* Task requirements *
Write out each line of the records that has "right" in it.

Dataset entries:
━━━━━━━━━━━━━━━━━━━━━━━━━━━━━━
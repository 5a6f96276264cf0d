/**
 * Adaptive Simpson quadrature with Richardson correction (Lyness 1969; common textbook form), used by the tests as
 * an integrator independent of the trapezium rule in src/core/gno/lmoments.ts. `integratePieces` sums it over
 * consecutive breakpoints so each piece is smooth and cheap.
 */
export function adaptiveSimpson(f: (x: number) => number, a: number, b: number, tol: number, maxDepth = 22): number {
  const fa = f(a);
  const fb = f(b);
  const m = (a + b) / 2;
  const fm = f(m);
  const whole = ((b - a) / 6) * (fa + 4 * fm + fb);
  const rec = (lo: number, hi: number, flo: number, fmid: number, fhi: number, s: number, eps: number, depth: number): number => {
    const mid = (lo + hi) / 2;
    const fl = f((lo + mid) / 2);
    const fr = f((mid + hi) / 2);
    const left = ((mid - lo) / 6) * (flo + 4 * fl + fmid);
    const right = ((hi - mid) / 6) * (fmid + 4 * fr + fhi);
    const diff = left + right - s;
    if (depth <= 0 || Math.abs(diff) <= 15 * eps) return left + right + diff / 15;
    return rec(lo, mid, flo, fl, fmid, left, eps / 2, depth - 1) + rec(mid, hi, fmid, fr, fhi, right, eps / 2, depth - 1);
  };
  return rec(a, b, fa, fm, fb, whole, tol, maxDepth);
}

export function integratePieces(f: (x: number) => number, breaks: readonly number[], tol: number): number {
  let s = 0;
  for (let i = 0; i + 1 < breaks.length; i++) s += adaptiveSimpson(f, breaks[i], breaks[i + 1], tol / (breaks.length - 1));
  return s;
}
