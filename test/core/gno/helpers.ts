/** Shared assertions for the GNO tests: relative/absolute checks whose failure message prints inputs, got, want, tolerance. */
import type { GnoParams } from "../../../src/core/gno";

export const P = (location: number, scale: number, shape: number): GnoParams => ({ location, scale, shape });

export function describeParams(p: GnoParams): string {
  return `(ξ=${p.location}, α=${p.scale}, k=${p.shape})`;
}

/** Relative error |got − want|/|want| (absolute when want = 0). */
export function relErr(got: number, want: number): number {
  if (got === want) return 0;
  return want === 0 ? Math.abs(got) : Math.abs(got - want) / Math.abs(want);
}

export function expectRel(label: string, got: number, want: number, tol: number): number {
  const err = relErr(got, want);
  if (!(err <= tol)) {
    throw new Error(`${label}: got ${got}, want ${want}, diff ${got - want}, rel err ${err.toExponential(3)} > tol ${tol}`);
  }
  return err;
}

export function expectAbs(label: string, got: number, want: number, tol: number): number {
  const err = Math.abs(got - want);
  if (!(err <= tol)) {
    throw new Error(`${label}: got ${got}, want ${want}, abs err ${err.toExponential(3)} > tol ${tol}`);
  }
  return err;
}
━━━━━━━━━━━━━━━━━━━━━━━━━━━━━━
* Solution *
    const right = ((hi - mid) / 6) * (fmid + 4 * fr + fhi);
    const diff = left + right - s;
    if (depth <= 0 || Math.abs(diff) <= 15 * eps) return left + right + diff / 15;
    return rec(lo, mid, flo, fl, fmid, left, eps / 2, depth - 1) + rec(mid, hi, fmid, fr, fhi, right, eps / 2, depth - 1);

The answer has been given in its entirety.